Task to carry out: Reproduce word for word, from the entries below, the line with "draws.push(performance.now() - t0);", the line with "trend page to", and every line between them, and nothing more.
━━━━━━━━━━━━━━━━━━━━
async function main() {
  const base = path.join(root, 'var', `bench-charts-${process.pid}`);
  const load0 = os.loadavg()[0]!.toFixed(1);
  fs.rmSync(base, { recursive: true, force: true });
  const kids: ChildProcess[] = [];
  let pool: pg.Pool | null = null;
  const rows: [string, string, string][] = [];
  try {
    delete process.env['DATABASE_URL'];
    log(`PostgreSQL in ${path.relative(root, base)}…`);
    const pgh = await startLocalPostgres({ baseDir: base, database: 'coatrail_bench' });
    pool = createPool({ url: pgh.url, max: PARALLEL + 2 });
    // Bulk-load settings only (fewer checkpoints); the read path runs on the defaults.
    await pool.query(`alter system set max_wal_size = '16GB'`);
    await pool.query(`alter system set checkpoint_timeout = '30min'`);
    await pool.query(`alter system set synchronous_commit = off`);
    await pool.query('select pg_reload_conf()');
    const seq = createSequelize({ url: pgh.url, max: 2 });
    await migrateUp(seq);
    await seedDemoPlant(seq, { demoPassword: PASSWORD, deviceSecret: randomBytes(16).toString('hex') });
    await seq.close();

    // 50 bench channels on one line asset, owned by one bench gateway.
    const site = (await pool.query<{ id: number }>('select id from sites order by id limit 1')).rows[0]!.id;
    const dev = (
      await pool.query<{ id: number }>(
        `insert into devices (site_id, name, username, password_hash, topic_prefix) values ($1, 'Bench gateway', 'bench-gw', 'unused', 'coatrail/v1/fernhollow/bench-gw') returning id`,
        [site],
      )
    ).rows[0]!.id;
    const asset = (
      await pool.query<{ id: number }>(
        `insert into assets (site_id, kind, code, name) values ($1, 'line', 'bench-line', 'Bench line') returning id`,
        [site],
      )
    ).rows[0]!.id;
    const ids: number[] = [];
    for (let i = 1; i <= CHANNELS; i++) {
      const key = `ch-${String(i).padStart(2, '0')}`;
      const r = await pool.query<{ id: number }>(
        `insert into channels (asset_id, device_id, key, name, kind, unit, min, max) values ($1, $2, $3, $4, 'other', '°C', -50, 250) returning id`,
        [asset, dev, key, `Bench channel ${i}`],
      );
      ids.push(r.rows[0]!.id);
    }
    const queried = ids[0]!;
    const end = Math.floor(Date.now() / 60_000) * 60_000;
    const start = end - DAYS * DAY;
    await pool.query('select ensure_reading_partitions($1, $2)', [new Date(start), new Date(end + DAY)]);

    // ---- generation: one INSERT per day, PARALLEL at a time, time-major order.
    log(`Generating ${DAYS} days × 1 Hz × ${CHANNELS} channels = ${((DAYS * 86_400 * CHANNELS) / 1e6).toFixed(1)} M rows…`);
    const genT0 = performance.now();
    let everyK = 1; // others at every k-th second (1 = full density)
    let firstDayMs = 0;
    let totalRows = 0;
    const thinned: number[] = [];
    const insertDay = async (d: number, k: number) => {
      const t = performance.now();
      const r = await pool!.query(
        `insert into readings (channel_id, ts, value)
         select c.id, t, round((20 + c.id % 7 + 4 * sin(extract(epoch from t) / 900.0 + c.id) + 0.3 * sin(extract(epoch from t) / 7.0))::numeric, 3)::float8
           from generate_series($1::timestamptz, $2::timestamptz - interval '1 second', interval '1 second') t, lateral unnest($3::int[]) c(id)
          where c.id = $4 or (extract(epoch from t)::bigint % $5 = 0)`,
        [new Date(start + d * DAY), new Date(start + (d + 1) * DAY), ids, queried, k],
      );
      totalRows += r.rowCount ?? 0;
      if (k > 1) thinned.push(d);
      return performance.now() - t;
    };
    const queue = Array.from({ length: DAYS }, (_, d) => d);
    let done = 0;
    await Promise.all(
      Array.from({ length: PARALLEL }, async () => {
        for (let d = queue.shift(); d !== undefined; d = queue.shift()) {
          const ms = await insertDay(d, everyK);
          done++;
          if (done === 1) {
            firstDayMs = ms;
            // Projected total with PARALLEL days at a time; thin the other channels when it overruns.
            const projected = (ms * DAYS) / PARALLEL;
            if (projected > BUDGET_MS) {
              const remainingDays = queue.length + PARALLEL - 1;
              const budgetLeft = Math.max(60_000, BUDGET_MS - (performance.now() - genT0));
              const rowsPerMs = (86_400 * CHANNELS) / ms; // one worker
              const allowedPerDay = (budgetLeft * PARALLEL * rowsPerMs) / remainingDays;
              const othersPerDay = Math.max(1, allowedPerDay - 86_400);
              everyK = Math.max(2, Math.ceil(((CHANNELS - 1) * 86_400) / othersPerDay));
              log(
                `first day took ${secs(ms)}: ${DAYS} days would take about ${secs(projected)}; the other ${CHANNELS - 1} channels get one reading every ${everyK} s from now on`,
              );
            }
          }
          if (done % 5 === 0)
            log(`  ${done}/${DAYS} days, ${(totalRows / 1e6).toFixed(1)} M rows, ${secs(performance.now() - genT0)}`);
        }
      }),
    );
    const genMs = performance.now() - genT0;
    let t = performance.now();
    await pool.query('vacuum (analyze) readings');
    const vacuumMs = performance.now() - t;
    t = performance.now();
    await pool.query(`insert into readings_1m (channel_id, bucket, vmin, vmax, vsum, n)
      select channel_id, date_bin('1 minute', ts, 'epoch'::timestamptz), min(value), max(value), sum(value), count(*) from readings group by 1, 2`);
    const rollup1mMs = performance.now() - t;
    t = performance.now();
    await pool.query(`insert into readings_1h (channel_id, bucket, vmin, vmax, vsum, n)
      select channel_id, date_bin('1 hour', bucket, 'epoch'::timestamptz), min(vmin), max(vmax), sum(vsum), sum(n) from readings_1m group by 1, 2`);
    const rollup1hMs = performance.now() - t;
    await pool.query('vacuum (analyze) readings_1m, readings_1h');
    const size = (
      await pool.query<{ s: string }>(
        `select pg_size_pretty(sum(pg_total_relation_size(c.oid))) as s from pg_class c join pg_inherits i on i.inhrelid = c.oid join pg_class p on p.oid = i.inhparent where p.relname = 'readings'`,
      )
    ).rows[0]!.s;
    const density =
      thinned.length === 0
        ? `all ${CHANNELS} channels at 1 Hz`
        : `queried channel at 1 Hz for all ${DAYS} days; the other ${CHANNELS - 1} at 1 Hz for ${DAYS - thinned.length} days and one reading every ${everyK} s for ${thinned.length} days (${BUDGET_MS / 60_000}-minute generation budget)`;
    rows.push(['Generated readings', `${(totalRows / 1e6).toFixed(1)} M rows (${size} with index)`, density]);
    rows.push(['  generate_series INSERTs', secs(genMs), `first day ${secs(firstDayMs)}; ${PARALLEL} days at a time`]);
    rows.push(['  VACUUM ANALYZE readings', secs(vacuumMs), 'visibility map for index-only scans']);
    rows.push([
      '  rollups (1 SQL each)',
      `${secs(rollup1mMs)} + ${secs(rollup1hMs)}`,
      'readings_1m from raw, readings_1h from readings_1m',
    ]);
    log(`generation done: ${(totalRows / 1e6).toFixed(1)} M rows in ${secs(genMs + vacuumMs + rollup1mMs + rollup1hMs)}`);

    // ---- the store function (the endpoint's query path) for one channel over the whole range.
    const brief = { id: queried, unit: '°C' };
    const readSeq = createSequelize({ url: pgh.url, max: 2 });
    let shape = '';
    const store = await timeRuns(RUNS, async () => {
      const r = await queryReadings(readSeq, brief, { from: start, to: end, maxPoints: MAX_POINTS });
      shape =
        r.mode === 'raw'
          ? `raw, ${r.points.length} points`
          : `${r.buckets.length} buckets of ${r.bucketMs / 60_000} min from the ${r.source} source`;
    });
    rows.push([
      `Store queryReadings, ${DAYS} d, maxPoints ${MAX_POINTS}`,
      `p50 ${f1(pct(store.times, 50))} · p95 ${f1(pct(store.times, 95))}`,
      `${RUNS} runs after one warm-up (${f1(store.first)}); ${shape}`,
    ]);
    let shape2 = '';
    const store2 = await timeRuns(RUNS, async () => {
      const r = await queryReadings(readSeq, brief, { from: start, to: end, maxPoints: 2000 });
      shape2 = r.mode === 'raw' ? 'raw' : `${r.buckets.length} buckets of ${r.bucketMs / 60_000} min from the ${r.source} source`;
    });
    await readSeq.close();
    rows.push([
      `Store queryReadings, ${DAYS} d, maxPoints 2000`,
      `p50 ${f1(pct(store2.times, 50))} · p95 ${f1(pct(store2.times, 95))}`,
      shape2,
    ]);

    // ---- a full raw SELECT of the same range (epoch ms as the store returns them).
    const raw: number[] = [];
    let rawRows = 0;
    for (let i = 0; i < 3; i++) {
      t = performance.now();
      const r = await pool.query(
        `select (extract(epoch from ts) * 1000)::float8 as t, value as v from readings
          where channel_id = $1 and ts >= to_timestamp($2::float8 / 1000) and ts < to_timestamp($3::float8 / 1000) order by ts`,
        [queried, start, end],
      );
      raw.push(performance.now() - t);
      rawRows = r.rowCount ?? 0;
    }
    const rawMed = pct(raw, 50);
    rows.push([
      'Full raw SELECT of the same range',
      secs(rawMed),
      `${(rawRows / 1e6).toFixed(2)} M rows, median of 3; ratio raw ÷ endpoint p50 = ${(rawMed / pct(store.times, 50)).toFixed(0)}×`,
    ]);

    // ---- the same over HTTP, against the built web server.
    const outDir = path.join(base, 'dist');
    log('Building the web app into the bench folder (astro build)…');
    const b = spawnSync(process.execPath, [path.join(root, 'node_modules', 'astro', 'astro.js'), 'build', '--outDir', outDir], {
      cwd: root,
      stdio: ['ignore', 'ignore', 'inherit'],
      env: { ...process.env, ASTRO_TELEMETRY_DISABLED: '1' },
    });
    if (b.status !== 0) throw new Error('the web app did not build');
    const port = await freePort();
    const baseUrl = `http://127.0.0.1:${port}`;
    const web = spawn(process.execPath, [path.join(outDir, 'server', 'entry.mjs')], {
      cwd: root,
      env: {
        ...process.env,
        DATABASE_URL: pgh.url,
        HOST: '127.0.0.1',
        PORT: String(port),
        PUBLIC_ORIGIN: baseUrl,
        MQTT_PORT: String(await freePort()),
        ASTRO_TELEMETRY_DISABLED: '1',
      },
      stdio: ['ignore', fs.openSync(path.join(base, 'web.log'), 'a'), fs.openSync(path.join(base, 'web.log'), 'a')],
    });
    kids.push(web);
    for (let i = 0; i < 150; i++) {
      if ((await fetch(`${baseUrl}/login`).catch(() => null))?.status === 200) break;
      await new Promise((r) => setTimeout(r, 200));
    }
    const login = await fetch(`${baseUrl}/api/auth/login`, {
      method: 'POST',
      headers: { 'content-type': 'application/json' },
      body: JSON.stringify({ username: 'viewer', password: PASSWORD }),
    });
    if (login.status !== 200) throw new Error(`sign-in failed: ${login.status}`);
    const cookie = (login.headers.get('set-cookie') ?? '').split(';')[0]!;
    let bytes = 0;
    const http = await timeRuns(RUNS, async () => {
      const r = await fetch(`${baseUrl}/api/v1/channels/${queried}/readings?from=${start}&to=${end}&maxPoints=${MAX_POINTS}`, {
        headers: { cookie },
      });
      bytes = (await r.arrayBuffer()).byteLength;
      if (r.status !== 200) throw new Error(`readings: ${r.status}`);
    });
    rows.push([
      `HTTP GET …/readings, ${DAYS} d, maxPoints ${MAX_POINTS}`,
      `p50 ${f1(pct(http.times, 50))} · p95 ${f1(pct(http.times, 95))}`,
      `${RUNS} runs after one warm-up (${f1(http.first)}); ${(bytes / 1024).toFixed(0)} KiB JSON`,
    ]);

    // ---- first drawn chart in Chromium.
    const browser = await chromium.launch({
      executablePath: '/usr/bin/chromium',
      args: [
        '--headless',
        '--no-sandbox',
        '--disable-gpu',
        '--disable-quic',
        '--no-first-run',
        '--disable-background-networking',
        '--disable-component-update',
        '--disable-sync',
      ],
    });
    const draws: number[] = [];
    let points = '';
    try {
      for (let i = 0; i < 6; i++) {
        // A fresh context each time: no cached scripts or data.
        const ctx = await browser.newContext({ viewport: { width: 1440, height: 900 }, timezoneId: 'Europe/London' });
        const [name, ...rest] = cookie.split('=');
        await ctx.addCookies([{ name: name!, value: rest.join('='), url: baseUrl }]);
        const page = await ctx.newPage();
        const t0 = performance.now();
        await page.goto(`${baseUrl}/charts/channel/${queried}?from=${start}&to=${end}`);
        await page.locator('[data-trend][data-drawn="true"]').waitFor({ timeout: 30_000 });
        draws.push(performance.now() - t0);
        points = (await page.locator('[data-trend]').getAttribute('data-points')) ?? '';
        if (i === 0) await page.screenshot({ path: path.join(root, 'test-results', 'bench-charts-30d.png') }).catch(() => {});
        await ctx.close();
      }
    } finally {
      await browser.close();
    }
    const warm = draws.slice(1);
    rows.push([
      `Chromium: trend page to drawn chart, ${DAYS} d`,
      `first ${f1(draws[0]!)} · then p50 ${f1(pct(warm, 50))}, max ${f1(Math.max(...warm))}`,
      `navigation → data-drawn, fresh browser context each time; ${points} points plotted`,
    ]);

    // ---- the table.
    const w0 = Math.max(...rows.map((r) => r[0].length));
    const w1 = Math.max(...rows.map((r) => r[1].length));
    console.log(
      `\nChart read path — ${DAYS} days of 1 Hz readings, one channel, on this machine (${os.cpus().length} cores; load average at start ${load0}, at end ${os.loadavg()[0]!.toFixed(1)})\n`,
    );
    console.log(`${'measure'.padEnd(w0)}  ${'figure'.padEnd(w1)}  notes`);
    console.log(`${'-'.repeat(w0)}  ${'-'.repeat(w1)}  -----`);
    for (const r of rows) console.log(`${r[0].padEnd(w0)}  ${r[1].padEnd(w1)}  ${r[2]}`);
    console.log(
      `\nTargets: endpoint p95 < 100 ms (store ${f1(pct(store.times, 95))}, HTTP ${f1(pct(http.times, 95))}); first drawn chart < 1.5 s (first ${f1(draws[0]!)}).`,
    );
  } finally {
    for (const k of kids) if (k.exitCode === null) k.kill('SIGTERM');
    await pool?.end().catch(() => {});
    await stopLocalPostgres(base).catch(() => {});
    if (!process.env['KEEP_BENCH_DB']) fs.rmSync(base, { recursive: true, force: true });
  }
}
━━━━━━━━━━━━━━━━━━━━
Answer for the task:
        draws.push(performance.now() - t0);
        points = (await page.locator('[data-trend]').getAttribute('data-points')) ?? '';
        if (i === 0) await page.screenshot({ path: path.join(root, 'test-results', 'bench-charts-30d.png') }).catch(() => {});
        await ctx.close();
      }
    } finally {
      await browser.close();
    }
    const warm = draws.slice(1);
    rows.push([
      `Chromium: trend page to drawn chart, ${DAYS} d`,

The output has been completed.